Pipa perusahaan Gas Negara ( PGN ). / Foto : www.pgn.co.id

Oleh : Salamuddin Daeng

Publik tau bahwa di era ekonomi Covid-19 kondisi BUMN berdarah darah, mengatasi pelemahan ekonomi, penurunan revenue, peningkatan secara relatif beban keuangan akibat peningkatan resiko keuangan.

Oleh karenanya publik sedikit dapat memahami ketika pemerintah memberikan dukungan bantuan keuangan dan insentif kepada BUMN sebagaimana skema yang telah diatur dalam seluruh regulasi mulai dari UU, Perpres, hingga Permen dalam rangka Covid-19 dan penanganan krisis.
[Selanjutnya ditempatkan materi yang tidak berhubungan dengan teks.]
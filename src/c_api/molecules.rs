//! Columns of molecules and of their bonds: offsets checked once, then one molecule after the other.

use super::arrays::{Arrays, In, InIf, Out, Quantities, clean, count};
use crate::bonds::find::{find_bonds, given_bonds, given_lengths};
use crate::molecule::{Bond, Bonding, Molecule, Neighbours};
use crate::selectors::{CHARGES_GIVEN, Selector};
use crate::status::{Code, Failure, remark};

/// Pointers of a column of molecules as they come from C.
pub(super) struct MoleculeArrays {
    pub(super) n: i64,
    pub(super) atom_offsets: *const i64,
    pub(super) n_atoms: i64,
    pub(super) atomic_number: *const i32,
    pub(super) formal_charge: *const i32,
    pub(super) xyz_A: *const f64,
}

/// Pointers of the bonds of a column of molecules as they come from C.
pub(super) struct BondArrays {
    pub(super) bond_offsets: *const i64,
    pub(super) n_bonds: i64,
    pub(super) bond_atoms: *const i32,
    pub(super) bond_order: *const f64,
}

/// A checked column of molecules. Use `view` after `Arrays::no_overlap`.
pub(super) struct Molecules {
    argument: i32,
    pub(super) rows: usize,
    pub(super) atoms: usize,
    offsets: In<i64>,
    atomic_number: In<i32>,
    formal_charge: InIf<i32>,
    xyz: In<f64>,
}

impl Molecules {
    /// Enters the arrays of the block that has this catalogue number.
    ///
    /// # Errors
    /// `NegativeCount`, `TooLarge`, `NullPointer`, `Misaligned` of the argument.
    pub(super) fn new(arrays: &mut Arrays, argument: i32, from: &MoleculeArrays) -> Result<Self, Failure> {
        let name = |failure: Failure| failure.argument(argument);
        let (rows, atoms) = (count(from.n).map_err(name)?, count(from.n_atoms).map_err(name)?);
        let offsets = if rows == 0 { 0 } else { rows + 1 };
        Ok(Self {
            argument,
            rows,
            atoms,
            offsets: arrays.input(argument, from.atom_offsets, offsets)?,
            atomic_number: arrays.input(argument, from.atomic_number, atoms)?,
            formal_charge: arrays.input_if(argument, from.formal_charge, atoms)?,
            xyz: arrays.input(argument, from.xyz_A, 3 * atoms)?,
        })
    }

    /// The column as slices.
    ///
    /// # Errors
    /// `BadOffsets` of the argument.
    pub(super) fn view<'a>(&self) -> Result<MoleculeView<'a>, Failure> {
        let offsets = checked_offsets(self.offsets.slice(), self.atoms, self.argument)?;
        Ok(MoleculeView {
            argument: self.argument,
            offsets,
            atomic_number: self.atomic_number.slice(),
            formal_charge: self.formal_charge.slice(),
            xyz: self.xyz.slice().as_chunks().0,
        })
    }
}

/// Offsets must not be negative, decrease or pass the end.
pub(super) fn checked_offsets(offsets: &[i64], end: usize, argument: i32) -> Result<&[i64], Failure> {
    let bad = Failure::of(Code::BadOffsets, argument);
    if offsets.first().is_some_and(|&first| first < 0) || offsets.windows(2).any(|pair| pair[0] > pair[1]) {
        return Err(bad);
    }
    match offsets.last() {
        Some(&last) if usize::try_from(last).is_ok_and(|last| last <= end) => Ok(offsets),
        None => Ok(offsets),
        Some(_) => Err(bad),
    }
}

/// A column of molecules as slices.
#[derive(Clone, Copy)]
pub(super) struct MoleculeView<'a> {
    argument: i32,
    offsets: &'a [i64],
    atomic_number: &'a [i32],
    formal_charge: Option<&'a [i32]>,
    xyz: &'a [[f64; 3]],
}

impl<'a> MoleculeView<'a> {
    /// Index range of the atoms of a row.
    pub(super) fn range(&self, row: usize) -> std::ops::Range<usize> {
        let at = |i: usize| self.offsets.get(i).map_or(0, |&offset| offset as usize);
        at(row)..at(row + 1)
    }

    /// The atoms of a row as they come.
    pub(super) fn raw(&self, row: usize) -> Molecule<'a> {
        let range = self.range(row);
        Molecule {
            atomic_number: &self.atomic_number[range.clone()],
            formal_charge: self.formal_charge.map(|charge| &charge[range.clone()]),
            xyz: &self.xyz[range],
        }
    }

    /// The atoms of a row, checked.
    ///
    /// # Errors
    /// As `Molecule::check`, of this block.
    pub(super) fn row(&self, row: usize) -> Result<Molecule<'a>, Failure> {
        let molecule = self.raw(row);
        molecule.check().map_err(|failure| failure.argument(self.argument))?;
        Ok(molecule)
    }
}

/// A checked column of bonds, or none: then they are found.
pub(super) struct Bonds {
    argument: i32,
    offsets: InIf<i64>,
    atoms: In<i32>,
    order: In<f64>,
    bonds: usize,
}

impl Bonds {
    /// Enters the arrays of the block that has this catalogue number.
    ///
    /// # Errors
    /// `NegativeCount`, `TooLarge`, `NullPointer`, `Misaligned` of the argument.
    pub(super) fn new(arrays: &mut Arrays, argument: i32, rows: usize, from: &BondArrays) -> Result<Self, Failure> {
        let bonds = count(from.n_bonds).map_err(|failure| failure.argument(argument))?;
        let found = from.bond_offsets.is_null();
        // Bonds without their offsets are a slip, not a wish to have them found.
        if found && (!from.bond_atoms.is_null() || bonds > 0) {
            return Err(Failure::of(Code::NullPointer, argument));
        }
        let offsets = arrays.input_if(argument, from.bond_offsets, if rows == 0 { 0 } else { rows + 1 })?;
        let atoms = arrays.input(argument, from.bond_atoms, 2 * bonds)?;
        let order = arrays.input(argument, from.bond_order, bonds)?;
        Ok(Self { argument, offsets, atoms, order, bonds })
    }

    /// The column as slices.
    ///
    /// # Errors
    /// `BadOffsets` of the argument.
    pub(super) fn view<'a>(&self) -> Result<BondView<'a>, Failure> {
        let given = match self.offsets.slice() {
            Some(offsets) => {
                let offsets = checked_offsets(offsets, self.bonds, self.argument)?;
                Some((offsets, self.atoms.slice(), self.order.slice()))
            }
            None => None,
        };
        Ok(BondView { argument: self.argument, given })
    }
}

/// A column of bonds as slices.
#[derive(Clone, Copy)]
pub(super) struct BondView<'a> {
    argument: i32,
    given: Option<(&'a [i64], &'a [i32], &'a [f64])>,
}

impl BondView<'_> {
    /// True where no bonds were given, so that they are found.
    pub(super) fn is_found(&self) -> bool {
        self.given.is_none()
    }

    /// The bonds of a row as they come, if they are given; an atom below 0 becomes one that is not there.
    pub(super) fn stated(&self, row: usize) -> Option<Vec<Bond>> {
        let (offsets, atoms, order) = self.given?;
        let atom = |a: i32| u32::try_from(a).unwrap_or(u32::MAX);
        let range = offsets[row] as usize..offsets[row + 1] as usize;
        Some(range.map(|i| Bond { a: atom(atoms[2 * i]), b: atom(atoms[2 * i + 1]), order: order[i] }).collect())
    }

    /// The bonding of a row: as given, else found by the rule.
    ///
    /// # Errors
    /// As `given_bonds` of this block, or as `find_bonds` of the block of molecules.
    pub(super) fn bonding(&self, row: usize, molecule: Molecule<'_>, rule: Selector) -> Result<Bonding, Failure> {
        let Some((offsets, atoms, order)) = self.given else {
            return find_bonds(molecule, rule).map_err(|failure| failure.argument(self.argument - 1));
        };
        let range = offsets[row] as usize..offsets[row + 1] as usize;
        let mut bonds = Vec::with_capacity(range.len());
        for (k, i) in range.enumerate() {
            let fail = |code| Failure::of(code, self.argument).item(k);
            let atom = |a: i32| match a {
                i32::MIN => Err(fail(Code::Missing)),
                a => u32::try_from(a).map_err(|_| fail(Code::BadBond)),
            };
            if order[i].is_nan() {
                return Err(fail(Code::Missing));
            }
            bonds.push(Bond { a: atom(atoms[2 * i])?, b: atom(atoms[2 * i + 1])?, order: order[i] });
        }
        let bonding = given_bonds(molecule, &bonds).map_err(|failure| failure.argument(self.argument))?;
        given_lengths(molecule, &bonding).map_err(|failure| failure.argument(self.argument - 1))?;
        Ok(bonding)
    }
}

/// The caller's charges, an atom each, where the model is the given charges.
pub(super) struct ChargeColumn(Option<Quantities>);

impl ChargeColumn {
    /// Enters the charges, which the model of given charges needs and every other model forbids.
    ///
    /// # Errors
    /// `NullPointer`, `NotAllowed`, `Misaligned`, `TooLarge` of the argument.
    pub(super) fn new(
        arrays: &mut Arrays,
        argument: i32,
        model: Selector,
        charge: *const f64,
        u: *const f64,
        atoms: usize,
    ) -> Result<Self, Failure> {
        match (model == CHARGES_GIVEN, charge.is_null()) {
            (false, true) if !u.is_null() => return Err(Failure::of(Code::NullPointer, argument)),
            (false, true) => return Ok(Self(None)),
            (false, false) => return Err(Failure::of(Code::NotAllowed, argument)),
            // A column without atoms needs no charges.
            (true, true) if atoms > 0 => return Err(Failure::of(Code::NullPointer, argument)),
            (true, _) => {}
        }
        arrays.quantities(argument, charge, u, atoms).map(|charges| Self(Some(charges)))
    }

    /// The charges as slices over all atoms.
    pub(super) fn view<'a>(&self) -> Option<(&'a [f64], Option<&'a [f64]>)> {
        self.0.map(Quantities::slices)
    }
}

/// Remarks, item at fault and status of every row, each where it is wanted.
#[derive(Clone, Copy)]
pub(super) struct Ends {
    remarks: Out<i32>,
    item: Out<i32>,
    status: Out<i32>,
}

impl Ends {
    /// Enters the three arrays.
    ///
    /// # Errors
    /// `Misaligned`, `TooLarge`.
    pub(super) fn new(
        arrays: &mut Arrays,
        rows: usize,
        remarks: *mut i32,
        item: *mut i32,
        status: *mut i32,
    ) -> Result<Self, Failure> {
        Ok(Self {
            remarks: arrays.output_if(0, remarks, rows)?,
            item: arrays.output_if(0, item, rows)?,
            status: arrays.output_if(0, status, rows)?,
        })
    }

    /// Writes the end of a row: remarks and the atom that they are about (−1: none), or the failure.
    pub(super) fn set(self, row: usize, end: Result<(i32, i32), Failure>) {
        let (remarks, item, status) = match end {
            Ok((remarks, item)) => (remarks, item, 0),
            Err(failure) => (0, failure.item, failure.status()),
        };
        for (out, value) in [(self.remarks, remarks), (self.item, item), (self.status, status)] {
            out.set(row, value);
        }
    }
}

/// Remarks of a row and the atom that they are about (−1: none).
pub(super) fn remarks_of(molecule: Molecule<'_>, bonding: &Bonding) -> (i32, i32) {
    let several = Neighbours::new(molecule.len(), &bonding.bonds).fragments().1 > 1;
    let several = if several { remark::SEVERAL_FRAGMENTS } else { 0 };
    (bonding.remarks | several, bonding.item.map_or(-1, |item| i32::try_from(item).unwrap_or(-1)))
}

/// Why a model has no charges: where no argument is named, the model is.
pub(super) fn of_model(failure: Failure) -> Failure {
    if failure.code == Code::NoData && failure.argument == 0 { failure.argument(1) } else { failure }
}

/// Writes numbers of a row side by side; the one NaN, no negative zero.
pub(super) fn set_numbers(out: Out<f64>, start: usize, values: &[f64]) {
    for (k, &value) in values.iter().enumerate() {
        out.set(start + k, clean(value));
    }
}

/// The end of a plain form, made of the column of one row: its status is that of the row. Where the call itself failed,
/// nothing was written; then the numbers (pointer and length) become NaN and the integers what stands beside them, so that
/// no stale result stays behind. Arrays that may not be written to at all are left alone.
///
/// # Safety
/// Each pointer is NULL or leads to as many elements as stands beside it.
pub(super) unsafe fn one_row(code: i32, status: i32, numbers: &[(*mut f64, i64)], integers: &[(*mut i32, i32)]) -> i32 {
    if code == Code::NoRows as i32 || code == Code::SomeRows as i32 {
        return status;
    }
    let unfit = [Code::Overlap, Code::Misaligned, Code::TooLarge, Code::BufferTooSmall].map(|code| code as i32);
    if code == Code::Ok as i32 || unfit.contains(&(code % 1000)) {
        return code;
    }
    for &(pointer, length) in numbers {
        for i in 0..usize::try_from(length).unwrap_or(0) {
            if !pointer.is_null() && pointer.is_aligned() {
                // SAFETY: the caller's promise; not NULL and aligned.
                unsafe { pointer.add(i).write(super::arrays::NAN) }
            }
        }
    }
    for &(pointer, blank) in integers {
        if !pointer.is_null() && pointer.is_aligned() {
            // SAFETY: as above.
            unsafe { pointer.write(blank) }
        }
    }
    code
}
Namun hal ini tidak bagi Perusahaan Gas Negara (PGN), justru menghadapi tekanan bertubi tubi disaat pandemi berlangaung, salah satunya adalah datangnya gugatan dari DJP Kementerian keuangan mengenai selisih perhitungan pajak PGN tahun 2012-2013. Tidak tanggung tanggung PGN harus membayar kewajiban pajak senilai lebih dari 3 triliun rupiah.

Keputusan baru PK Mahkamah Agung (MA) mengenai hal ini sontak membuat PGN goyang. Bukan saja karena PGN sedang kekuarangan uang, tapi keputusan ini akan menciptakan masalah baru keuangan PGN, resiko keuangan meningkat.
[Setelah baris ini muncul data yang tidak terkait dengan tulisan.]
//! Entry points of the family elements.

use std::ffi::c_char;

use super::arrays::{Arrays, InIf, NO_QUANTITY, count, run_rows};
use super::guard::guard;
use super::text::{TextOut, text_in};
use crate::declare::Function;
use crate::elements::{self, ATOMIC_WEIGHT, COVALENT_RADIUS, ELECTRONEGATIVITY, POLARIZABILITY, VDW_RADIUS};
use crate::quantity::Quantity;
use crate::selectors::Selector;
use crate::status::{Code, Failure};
use crate::units;

/// Atomic number of a symbol or English name, in any case, blanks around it ignored; D and T are hydrogen.
/// Given: 1 symbol [text]. Returned: 2 atomic_number.
/// Status: MISSING (blank), UNKNOWN_ELEMENT, NOT_UTF8, NULL_POINTER, NEGATIVE_COUNT.
#[unsafe(no_mangle)]
pub unsafe extern "C" fn bmom_atomic_number(symbol: *const c_char, symbol_length: i64, atomic_number: *mut i32) -> i32 {
    guard(|| {
        // SAFETY: the caller's promise about every pointer, stated in the header.
        let (arrays, symbol) = unsafe { (Arrays::promised(), text_in(1, symbol, symbol_length)) };
        let out = arrays.cell(2, atomic_number, i32::MIN)?;
        out.set(elements::atomic_number(symbol?)?);
        Ok(Code::Ok)
    })
}

/// Column form of bmom_atomic_number: the text of row r is bytes symbol_offsets[r] to symbol_offsets[r + 1] - 1 of
/// symbol_bytes. A text that is not UTF-8 is an UNKNOWN_ELEMENT of its row. Status of the call: BAD_OFFSETS.
#[unsafe(no_mangle)]
pub unsafe extern "C" fn bmom_atomic_number_column(
    n: i64,
    symbol_offsets: *const i64,
    symbol_bytes: *const c_char,
    n_symbol_bytes: i64,
    atomic_number: *mut i32,
    row_status: *mut i32,
) -> i32 {
    guard(|| {
        let (n, bytes) = (count(n)?, count(n_symbol_bytes)?);
        // SAFETY: the caller's promise about every pointer, stated in the header.
        let mut arrays = unsafe { Arrays::promised() };
        let offsets = arrays.input(1, symbol_offsets, if n == 0 { 0 } else { n + 1 })?;
        let text = arrays.input(1, symbol_bytes.cast::<u8>(), bytes)?;
        let out = arrays.output(2, atomic_number, n)?;
        let status = arrays.output_if(0, row_status, n)?;
        arrays.no_overlap()?;
        let offsets = super::molecules::checked_offsets(offsets.slice(), bytes, 1)?;
        let text = text.slice();
        run_rows(
            n,
            status,
            |i| {
                let symbol = std::str::from_utf8(&text[offsets[i] as usize..offsets[i + 1] as usize])
                    .map_err(|_| Failure::of(Code::UnknownElement, 1))?;
                out.set(i, elements::atomic_number(symbol)?);
                Ok(())
            },
            |i| out.set(i, i32::MIN),
        )
    })
}

/// Symbol of an element.
/// Given: 1 atomic_number (1 to 118). Returned: 2 text (at most 2 bytes).
/// Status: MISSING, UNKNOWN_ELEMENT, BUFFER_TOO_SMALL, NULL_POINTER, NEGATIVE_COUNT.
#[unsafe(no_mangle)]
pub unsafe extern "C" fn bmom_symbol(atomic_number: i32, text: *mut c_char, capacity: i64, needed: *mut i64) -> i32 {
    guard(|| {
        // SAFETY: the caller's promise about every pointer, stated in the header.
        unsafe { TextOut::new(2, text, capacity, needed)? }.set(elements::symbol(atomic_number)?)
    })
}

/// Column form of bmom_symbol: the symbols follow one another in text, that of row r from text_offsets[r] on;
/// text_offsets has n + 1 entries. Where the room is too small offsets and needed are right and no text is written.
#[unsafe(no_mangle)]
pub unsafe extern "C" fn bmom_symbol_column(
    n: i64,
    atomic_number: *const i32,
    text_offsets: *mut i64,
    text: *mut c_char,
    capacity: i64,
    needed: *mut i64,
    row_status: *mut i32,
) -> i32 {
    guard(|| {
        let (n, room) = (count(n)?, count(capacity)?);
        // SAFETY: the caller's promise about every pointer, stated in the header.
        let mut arrays = unsafe { Arrays::promised() };
        let atomic_number = arrays.input(1, atomic_number, n)?;
        let offsets = arrays.output(2, text_offsets, n + 1)?;
        let text = arrays.output(2, text.cast::<u8>(), room)?;
        let needed = arrays.output_if(2, needed, 1)?;
        let status = arrays.output_if(0, row_status, n)?;
        arrays.no_overlap()?;
        let atomic_number = atomic_number.slice();
        let mut all = String::new();
        offsets.set(0, 0);
        let code =
            run_rows(n, status, |i| elements::symbol(atomic_number[i]).map(|symbol| all.push_str(symbol)), |_| {})?;
        let mut end = 0;
        for (i, &z) in atomic_number.iter().enumerate() {
            end += elements::symbol(z).map_or(0, str::len) as i64;
            offsets.set(i + 1, end);
        }
        needed.set(0, end);
        if all.len() > room {
            return Err(Failure::of(Code::BufferTooSmall, 2));
        }
        text.set_all(0, all.as_bytes());
        Ok(code)
    })
}

/// A look-up by element: (table, atomic number, state) to a quantity.
type LookUp = fn(Selector, i32, Selector) -> Result<Quantity, Failure>;

unsafe fn one(look_up: LookUp, table: i32, z: i32, state: i32, result: i32, value: *mut f64, u: *mut f64) -> i32 {
    guard(|| {
        // SAFETY: the caller's promise about every pointer, stated in the header.
        let out = unsafe { Arrays::promised() }.quantity_cell(result, value, u)?;
        out.set(look_up(Selector(table), z, Selector(state))?);
        Ok(Code::Ok)
    })
}

/// Arrays of a column look-up; `state` is `None` where the function has no such argument.
struct LookUpColumn {
    n: i64,
    atomic_number: *const i32,
    state: Option<*const i32>,
    value: *mut f64,
    u: *mut f64,
    row_status: *mut i32,
}

unsafe fn column(function: &'static Function, look_up: LookUp, table: i32, from: LookUpColumn) -> i32 {
    guard(|| {
        let n = count(from.n)?;
        let table = function.selector(1, Selector(table))?;
        // SAFETY: the caller's promise about every pointer, stated in the header.
        let mut arrays = unsafe { Arrays::promised() };
        let atomic_number = arrays.input(2, from.atomic_number, n)?;
        let state = match from.state {
            Some(state) => InIf::from(arrays.input(3, state, n)?),
            None => arrays.input_if(3, std::ptr::null(), 0)?,
        };
        let result = function.results.first().map_or(0, |result| result.number);
        let out = arrays.quantities_out(result, from.value, from.u, n)?;
        let status = arrays.output_if(0, from.row_status, n)?;
        arrays.no_overlap()?;
        let (atomic_number, state) = (atomic_number.slice(), state.slice());
        run_rows(
            n,
            status,
            |i| {
                let state = Selector(state.map_or(0, |state| state[i]));
                // A state that selects nothing is a fault of its row, not of the call.
                let answer = look_up(table, atomic_number[i], state).map_err(|failure| match failure.code {
                    Code::UnknownSelector if state.0 == i32::MIN => Failure::of(Code::Missing, failure.argument),
                    Code::UnknownSelector | Code::WrongSelector => Failure::of(Code::OutOfRange, failure.argument),
                    _ => failure,
                })?;
                out.set(i, answer);
                Ok(())
            },
            |i| out.set(i, NO_QUANTITY),
        )
    })
}

/// Covalent radius of an element.
/// Given: 1 table (BMOM_RADII_...); 2 atomic_number; 3 state (BMOM_STATE_AS_LISTED, or SP3 SP2 SP, LOW_SPIN HIGH_SPIN).
/// Returned: 4 radius_A, u_radius_A [A]; u is NaN where none is published.
/// Status: UNKNOWN_SELECTOR, WRONG_SELECTOR, MISSING, UNKNOWN_ELEMENT, NO_DATA, NULL_POINTER.
/// Reference: Cordero et al., Dalton Trans. 2008, 2832; Pyykko and Atsumi, Chem. Eur. J. 2009, 15, 186 and 12770;
/// Pyykko, Riedel, Patzschke, Chem. Eur. J. 2005, 11, 3511; Schomaker and Stevenson, J. Am. Chem. Soc. 1941, 63, 37.
#[unsafe(no_mangle)]
pub unsafe extern "C" fn bmom_covalent_radius(
    table: i32,
    atomic_number: i32,
    state: i32,
    radius_A: *mut f64,
    u_radius_A: *mut f64,
) -> i32 {
    // SAFETY: the caller's promise goes on.
    unsafe { one(elements::covalent_radius, table, atomic_number, state, 4, radius_A, u_radius_A) }
}

/// Column form of bmom_covalent_radius. A state that selects nothing is OUT_OF_RANGE (3052) of its row.
#[unsafe(no_mangle)]
pub unsafe extern "C" fn bmom_covalent_radius_column(
    table: i32,
    n: i64,
    atomic_number: *const i32,
    state: *const i32,
    radius_A: *mut f64,
    u_radius_A: *mut f64,
    row_status: *mut i32,
) -> i32 {
    let from = LookUpColumn { n, atomic_number, state: Some(state), value: radius_A, u: u_radius_A, row_status };
    // SAFETY: the caller's promise goes on.
    unsafe { column(&COVALENT_RADIUS, elements::covalent_radius, table, from) }
}

/// Van der Waals radius of an element.
/// Given: 1 table (BMOM_VDW_...); 2 atomic_number. Returned: 3 radius_A, u_radius_A [A]; no table prints u (NaN).
/// Status: UNKNOWN_SELECTOR, WRONG_SELECTOR, MISSING, UNKNOWN_ELEMENT, NO_DATA, NULL_POINTER.
/// Reference: Bondi, J. Phys. Chem. 1964, 68, 441; Rowland and Taylor, J. Phys. Chem. 1996, 100, 7384; Mantina et al.,
/// J. Phys. Chem. A 2009, 113, 5806; Alvarez, Dalton Trans. 2013, 42, 8617; Vogt and Alvarez, Inorg. Chem. 2014, 53, 9260.
#[unsafe(no_mangle)]
pub unsafe extern "C" fn bmom_vdw_radius(
    table: i32,
    atomic_number: i32,
    radius_A: *mut f64,
    u_radius_A: *mut f64,
) -> i32 {
    // SAFETY: the caller's promise goes on.
    unsafe { one(|t, z, _| elements::vdw_radius(t, z), table, atomic_number, 0, 3, radius_A, u_radius_A) }
}

/// Column form of bmom_vdw_radius.
#[unsafe(no_mangle)]
pub unsafe extern "C" fn bmom_vdw_radius_column(
    table: i32,
    n: i64,
    atomic_number: *const i32,
    radius_A: *mut f64,
    u_radius_A: *mut f64,
    row_status: *mut i32,
) -> i32 {
    let from = LookUpColumn { n, atomic_number, state: None, value: radius_A, u: u_radius_A, row_status };
    // SAFETY: the caller's promise goes on.
    unsafe { column(&VDW_RADIUS, |t, z, _| elements::vdw_radius(t, z), table, from) }
}

/// Electronegativity of an element, in Pauling units on every scale.
/// Given: 1 scale (BMOM_ELECTRONEGATIVITY_...); 2 atomic_number. Returned: 3 electronegativity, u_electronegativity.
/// Status: UNKNOWN_SELECTOR, WRONG_SELECTOR, MISSING, UNKNOWN_ELEMENT, NO_DATA, NULL_POINTER.
/// Notes: only Mulliken's scale has u, from ionization energy and electron affinity.
/// Reference: see bmom_source for each scale.
#[unsafe(no_mangle)]
pub unsafe extern "C" fn bmom_electronegativity(
    scale: i32,
    atomic_number: i32,
    electronegativity: *mut f64,
    u_electronegativity: *mut f64,
) -> i32 {
    let look_up: LookUp = |t, z, _| elements::electronegativity(t, z);
    // SAFETY: the caller's promise goes on.
    unsafe { one(look_up, scale, atomic_number, 0, 3, electronegativity, u_electronegativity) }
}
Lebih berbahaya lagi adalah kepercayaan pasar yang memburuk, mengingat PGN adalah perusahaan terbuka yang memang sangat berkepentingan pada pencitraaan yang baik. Tidak mungkin dapat diraih citra baik oleh sebuah perusahaan yang dituduh mengemplang pajak.

Baca Juga

Ini masalah serius memang. Bukan sekedar masalah ekonomi, atau manajemen di PGN, apalagi masalah perpajakan semata mata, tetapi masalah ekonomi politik.

Mengapa? karena PGN diobok obok oleh sengketa ini selama bertahun tahun. Dan putusan terakhir kasus ini datang di saat upaya besar pemerintah menjalankan agenda transisi energi. Dalam sektor migas transisi energi salah satunya adalah mengalihkan kebutuhan dari minyak ke gas, untuk secara kontinyu ke energi baru terbaharukan. Disinilah dalam isue transisi energi peran PGN sangatlah penting dan dapat menjadi tulang punggung transisi energi.
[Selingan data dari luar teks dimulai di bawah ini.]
//! The same bits everywhere: tests/published/answers.txt holds the answers of all plain functions of the C ABI, of a few
//! hundred inputs and of molecules, as hexadecimal bits. Every host's tests can read it; here it is computed anew.
//!
//! A line is a function, its arguments, `>`, and what it gives: `status`, and results where that is 0. Numbers are the 16
//! hexadecimal digits of their bits, integers and selectors decimal, texts as they are, arrays separated by commas. A line
//! `molecule` names arrays that later lines refer to. The first line holds the versions. After an intended change of a
//! number: `BMOM_UPDATE_ANSWERS=1 cargo test --test answers`.
#![allow(unsafe_code)]

use std::fmt::Display;
use std::path::{Path, PathBuf};
use std::process::Command;
use std::ptr::{null, null_mut};

use bondmoment::c_api::{about, bonds, charges, elements, library, moments};
use bondmoment::catalogue::DATA_VERSION;
use bondmoment::selectors as s;

const ELEMENTS: &[i32] = &[
    1, 2, 3, 4, 5, 6, 7, 8, 9, 11, 12, 13, 14, 15, 16, 17, 18, 20, 22, 25, 26, 29, 30, 34, 35, 47, 50, 53, 55, 78, 80, 82,
    92, 96, 104, 118, 119, i32::MIN,
];
const MOLECULES: &[&str] = &[
    "water", "methane", "fluoromethane", "trichloromethane", "formaldehyde", "acetonitrile", "nitromethane", "benzene",
    "acetate_ion", "ammonium_ion", "imidazolium_ion", "acetic_acid", "gauche-1_2-dichloroethane", "sulfur_hexafluoride",
];
/// Numbers whose bits tell: no short binary fractions, both signs, wide exponents.
const NUMBERS: &[f64] = &[0.1, 1.0 / 3.0, 1.85, 2.541746, -0.7, 1e-7, 123456.789, 0.0];

fn committed() -> PathBuf {
    Path::new(env!("CARGO_MANIFEST_DIR")).join("tests/published/answers.txt")
}

fn bits(value: f64) -> String {
    format!("{:016x}", value.to_bits())
}

fn all_bits(values: &[f64]) -> String {
    values.iter().map(|&value| bits(value)).collect::<Vec<_>>().join(",")
}

fn all<T: Display>(values: &[T]) -> String {
    values.iter().map(T::to_string).collect::<Vec<_>>().join(",")
}

fn group(name: &str) -> impl Iterator<Item = i32> {
    s::ALL.iter().filter(move |choice| choice.group == name).map(|choice| choice.selector.0)
}

/// The file as it is written, line by line.
struct Sheet(String);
Apa analisis ini kejauhan, atau berlebih lebihan? Tentu saja tidak! Perlu kita catat bahwa Presiden Jokowi telah terikat dengan kesepakatan perubahan iklim untuk menurunkan emisi dan meningkatkan bauran energi. Presiden akan menghadapi internasional yang akan menagih janji ini di Glasgow Scotlandia tahun ini. Bagaimana Presiden dapat mempertanggung jawabkan janjinya pada dunia? Sangat bergantung pads roadmapnya dalam transisi energi.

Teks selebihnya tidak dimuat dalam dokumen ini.